Additionally, AMD revealed details of its 2014 server portfolio including best-in-class Accelerated Processing Units (APUs), two and four-socket CPUs, and details on what it expects to be the industry’s premier ARM server processor. This is on the heels of announcing the general availability of the AMD Opteron X-Series processor, code named “Kyoto,” which dominates the small-core server market on every performance benchmark. These forthcoming AMD Opteron processors bring important innovations to the rapidly changing compute market, including integrated CPU and GPU compute (APU); high core-count ARM servers for high-density compute in the datacentre; and substantial improvements in compute per-watt per-dollar and total cost of ownership.
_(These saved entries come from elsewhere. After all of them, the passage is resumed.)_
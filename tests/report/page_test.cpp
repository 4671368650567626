#include "report/page.hpp"

#include <gtest/gtest.h>

namespace stanchion {
namespace {

TEST(Page, WrapsAtBlanksAndHangsBesideTheLabel) {
  Page page;
  std::string words;
  for (int k = 0; k < 30; ++k) words += "abcdefg ";
  page.row("label", words);
  const std::string& text = page.text();
  const std::string first = text.substr(0, text.find('\n'));
  EXPECT_EQ(first.substr(0, 23), "  label         abcdefg");
  EXPECT_LE(first.size(), Page::kWidth);
  EXPECT_GT(first.size(), Page::kWidth - 8);
  EXPECT_EQ(text.substr(first.size() + 1, 24), std::string(16, ' ') + "abcdefg ");
}

TEST(Page, ALongWordIsLeftWhole) {
  Page page;
  const std::string path(150, 'p');
  page.bullet(path + " tail");
  EXPECT_EQ(page.text(), "  - " + path + "\n    tail\n");
}

TEST(Page, TableColumnsAreAsWideAsNeeded) {
  Page page;
  page.table({{"shift", "count", "backed by", "counted"}, {"1.5", "123456", "proof", "factors"}}, 2);
  EXPECT_EQ(page.text(), "  shift   count  backed by  counted\n    1.5  123456  proof      factors\n");
}

TEST(Page, NoTrailingBlanks) {
  Page page;
  page.row("label", "");
  page.title("Title");
  page.sentence("One.");
  EXPECT_EQ(page.text(), "  label\n\nTitle\nOne.\n");
}

}  // namespace
}  // namespace stanchion
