// Prints every sample document, each after a line with its name: food for schema_test.py.
#include <cstdio>

#include "report/json.hpp"
#include "report/samples.hpp"

int main() {
  for (const auto& [name, outcome] : stanchion::samples::all()) {
    std::printf("== %s\n%s", name.c_str(), stanchion::to_json(outcome).c_str());
  }
  return 0;
}
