// Hand-made outcomes, one for each shape that a document can take.
#pragma once

#include <string>
#include <utility>
#include <vector>

#include "stanchion/outcome.hpp"

namespace stanchion::samples {

Outcome definite();           ///< proved, two matrices added
Outcome semidefinite();       ///< six zero directions, a warning, equations struck out
Outcome indefinite();         ///< statistical, from the relative test
Outcome unresolved();         ///< nothing certified
Outcome constrained();        ///< multipliers, rank known
Outcome constrained_range();  ///< multipliers, only a range known
Outcome counted();            ///< three shifts of K + f G, all certified
Outcome counted_in_part();    ///< one shift without certificate
Outcome forecast();

Outcome located();              ///< locate: a loose part, a negative spring, an unresolved rest; mass
Outcome nothing_located();      ///< check --locate of a definite matrix, with local accuracy
Outcome location_unresolved();  ///< locate where nothing is certified

std::vector<std::pair<std::string, Outcome>> all();

}  // namespace stanchion::samples
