#include "report/samples.hpp"

#include "model/not_checked.hpp"

namespace stanchion::samples {
namespace {

Outcome base(const char* command, Question question) {
  Outcome outcome;
  outcome.command = command;
  outcome.arguments = {command, "bridge/K.mtx"};
  outcome.inputs.push_back({"stiffness", "bridge/K.mtx", std::string(64, '7'), 29796, 1234567, {}});
  outcome.host = {2, "a BLAS", "AVX2"};
  outcome.rows_analysed = 29796;
  outcome.timings = {0.123, 0.05, 0.02, 0.0831, 0.04, 0.33};
  outcome.work = {4.6e9, 12345678, 1234, 1020, 0, 2, 3, 2};
  outcome.memory = {120000000, 118000000};
  Request request;
  outcome.not_checked = not_checked(request, question);
  return outcome;
}

Certificate proved_offsets(std::vector<OffsetRun> runs) {
  Certificate certificate;
  certificate.level = Level::kProved;
  certificate.method = "offsets";
  certificate.precision = "double";
  certificate.resolution = 1e-11;
  certificate.error_bound = 3.4e-13;
  certificate.runs = std::move(runs);
  return certificate;
}

Outcome checked(Verdict verdict, Inertia inertia, Certificate certificate) {
  Outcome outcome = base("check", Question::kCheck);
  outcome.check.emplace();
  outcome.check->verdict = verdict;
  outcome.check->inertia = inertia;
  outcome.check->certificate = std::move(certificate);
  return outcome;
}

ShiftCount shift_count(double shift, Index below) {
  ShiftCount count;
  count.shift = shift;
  count.below = below;
  count.meaning = "critical factors between 0 and f";
  count.level = Level::kProved;
  count.method = "offsets";
  count.below_range = {below, below};
  count.holds_outside = {shift - 1e-9, shift + 1e-9};
  count.certificate = proved_offsets({{1e-11, below, 2e-13}, {-1e-11, below, 3.4e-13}});
  return count;
}

}  // namespace

Outcome definite() {
  Outcome outcome =
      checked(Verdict::kPositiveDefinite, {0, 0, 29796, 0}, proved_offsets({{1e-11, 0, 3.4e-13}}));
  outcome.check->certificate.smallest_eigenvalue_above = 9.66e-12;
  outcome.check->certificate.smallest_eigenvalue_of_k_above = 0.0021;
  outcome.check->verdict_for_digits = Verdict::kPositiveDefinite;
  outcome.inputs.push_back({"added", "bridge/Gdead.mtx", std::string(64, 'a'), 29796, 345678, 1.35});
  outcome.inputs.push_back({"added", "bridge/soil.mtx", std::string(64, 'b'), 29796, 120, -0.5});
  outcome.title = "Lock footbridge, span 2";
  outcome.reference = "sheet 14";
  return outcome;
}

Outcome semidefinite() {
  Outcome outcome = checked(Verdict::kPositiveSemidefinite, {0, 6, 29790, 0},
                            proved_offsets({{1e-11, 6, 3.4e-13}, {-1e-11, 0, 3.1e-13}}));
  outcome.rows_struck = 12;
  outcome.warnings = {{"duplicate-entries", "3 entries of the same place were summed", "bridge/K.mtx:17"}};
  return outcome;
}

Outcome indefinite() {
  Certificate certificate;
  certificate.level = Level::kStatistical;
  certificate.method = "relative";
  certificate.precision = "single";
  certificate.relative_bound = 0.06;
  certificate.failure_probability = 1e-6;
  certificate.assumptions = {"the random vectors are independent of the matrix"};
  Outcome outcome = checked(Verdict::kIndefinite, {2, 0, 29794, 0}, certificate);
  outcome.risk = 1e-6;
  outcome.risk_allowed = 1e-5;
  outcome.check->witness = Witness{{0.5, 0, -0.25}, -3.5e-4, 1e-12};
  return outcome;
}

Outcome unresolved() {
  return checked(Verdict::kUnresolved, {0, 0, 29795, 1}, {});
}

Outcome constrained() {
  Outcome outcome = checked(Verdict::kIndefinite, {40, 1, 29755, 0}, proved_offsets({{1e-11, 41, 1e-13}}));
  ConstrainedOutcome& constrained = outcome.check->constrained.emplace();
  constrained.multipliers = 41;
  constrained.rank = 40;
  constrained.redundant = 1;
  constrained.inertia = Inertia{0, 0, 29715, 0};
  constrained.redundant_equations = {29790};
  constrained.rank_backing = {Level::kStatistical, 6e-7};
  constrained.inertia_backing = {Level::kStatistical, 6e-7};
  return outcome;
}

Outcome constrained_range() {
  Outcome outcome = constrained();
  ConstrainedOutcome& constrained = outcome.check->constrained.emplace();
  constrained.multipliers = 41;
  constrained.negative_range = {0, 1};
  constrained.inertia_backing = {Level::kProved, {}};
  return outcome;
}

Outcome counted() {
  Outcome outcome = base("count", Question::kCount);
  outcome.inputs.push_back({"geometric", "bridge/G.mtx", std::string(64, 'c'), 29796, 345678, {}});
  outcome.count.emplace();
  outcome.count->counts = {shift_count(1.5, 0), shift_count(-2.25, 3), shift_count(12, 17)};
  outcome.count->sentences = {
      "K and K + 1.5 G are both definite: K + f G is definite at every f in [0, 1.5]."};
  return outcome;
}

Outcome counted_in_part() {
  Outcome outcome = counted();
  ShiftCount& open = outcome.count->counts[1];
  open.below.reset();
  open.level = Level::kNone;
  open.method.reset();
  open.holds_outside.reset();
  open.below_range = {2, 4};
  open.certificate = {};
  return outcome;
}

Outcome forecast() {
  Outcome outcome = base("forecast", Question::kForecast);
  outcome.work.factorizations = 0;
  outcome.forecast =
      ForecastOutcome{12345678, 4.6e9, 12000000, 140000000, 190000000, 0.42,
                      1.3,      0.42,  1,        false,     2.5e10,    "one factorization of 0.42 s"};
  return outcome;
}

Outcome located() {
  Outcome outcome = checked(Verdict::kIndefinite, {1, 8, 29787, 0},
                            proved_offsets({{1e-11, 9, 3.4e-13}, {-1e-11, 1, 3.1e-13}}));
  outcome.command = "locate";
  LocateOutcome& located = outcome.located.emplace();
  located.negative = 1;
  located.zero = 8;
  located.not_located = 0;
  located.weak_below = 1e-7;
  Direction loose;
  loose.cause = Cause::kLoosePart;
  loose.count = 6;
  loose.energy = -2e-17;
  loose.residual = 3e-16;
  loose.nodes = {{4411, "ux", 120, 0.25}, {4412, "uz", 125, 0.125}};
  loose.moving_rows = 24;
  loose.moving_nodes = 4;
  loose.component = 1;
  loose.motions = {"translation x", "rotation about z"};
  loose.explanation = "The 4 nodes around node 4411, ux: this part is not held.";
  loose.remedy = "Connect the part.";
  Direction spring;
  spring.cause = Cause::kNegativeSpring;
  spring.sign = -1;
  spring.energy = -0.5;
  spring.residual = 1e-6;
  spring.nodes = {{std::nullopt, "equation 17", 17, 0.75}};
  spring.moving_rows = 1;
  spring.moving_nodes = 1;
  spring.component = 0;
  spring.explanation = "A spring pushes along.";
  spring.remedy = "Check its sign.";
  Direction rest;
  rest.count = 2;
  rest.explanation = "No cause is named.";
  rest.remedy = "Ask again.";
  located.directions = {spring, loose, rest};
  located.components = {{29772, 4962, 2, std::array<double, 6>{0.5, 0.5, 0.25, 1, 1, 1}}, {24, 4, 6, {}}};
  located.mass = MassTotals{{1000, 1000, 900}, std::array<double, 3>{1, 2, 0.5}};
  located.seconds = 0.5;
  return outcome;
}

Outcome nothing_located() {
  Outcome outcome = definite();
  LocateOutcome& located = outcome.located.emplace();
  located.weak_below = 1e-7;
  located.components = {{29796, 4966, 0, {}}};
  located.mass = MassTotals{{1000, 1000, 900}, {}};
  LocalAccuracy& accuracy = located.accuracy.emplace();
  accuracy.method = "estimated with Gaussian vectors";
  accuracy.vectors = 32;
  accuracy.typical = 1.5;
  accuracy.largest = 8.25;
  accuracy.histogram = {{0, 20000}, {0.5, 9796}};
  accuracy.worst = {{12, "rz", 60, 8.25}, {std::nullopt, "equation 3", 3, 7}};
  accuracy.equations = 29796;
  return outcome;
}

Outcome location_unresolved() {
  Outcome outcome = unresolved();
  outcome.command = "locate";
  return outcome;
}

std::vector<std::pair<std::string, Outcome>> all() {
  return {{"definite", definite()},
          {"semidefinite", semidefinite()},
          {"indefinite", indefinite()},
          {"unresolved", unresolved()},
          {"constrained", constrained()},
          {"constrained_range", constrained_range()},
          {"counted", counted()},
          {"counted_in_part", counted_in_part()},
          {"forecast", forecast()},
          {"located", located()},
          {"nothing_located", nothing_located()},
          {"location_unresolved", location_unresolved()}};
}

}  // namespace stanchion::samples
“Our strategy is to differentiate ourselves by using our unique IP to build server processors that are particularly well matched to a target workload and thereby drive down the total cost of owning servers. This strategy unfolds across both the enterprise and datacentres and includes leveraging our graphics processing capabilities and embracing both x86 and ARM instruction sets,” said Andrew Feldman, General Manager of the Server Business Unit, AMD. “AMD led the world in the transition to multicore processors and 64-bit computing, and we intend to do it again with our next-generation AMD Opteron families.”
In 2014, AMD will set the bar in power-efficient server compute with the industry’s premier ARM server CPU. The 64-bit CPU, code named “Seattle,” is based on ARM Cortex-A57 cores and is expected to provide category-leading throughput as well as setting the bar in performance-per-watt. AMD will also deliver a best-in-class APU, code named “Berlin.” “Berlin” is an x86 CPU and APU, based on a new generation of cores named “Steamroller.” Designed to double the performance of the recently available “Kyoto” part, “Berlin” will offer extraordinary compute-per-watt that will enable massive rack density.
The third processor announced is code named “Warsaw,” AMD’s next-generation 2P/4P offering. It is optimised to handle the heavily virtualised workloads found in enterprise environments including the more complex compute needs of data analytics, xSQL and traditional databases. “Warsaw” will provide significantly improved performance-per-watt over today’s AMD Opteron 6300 family.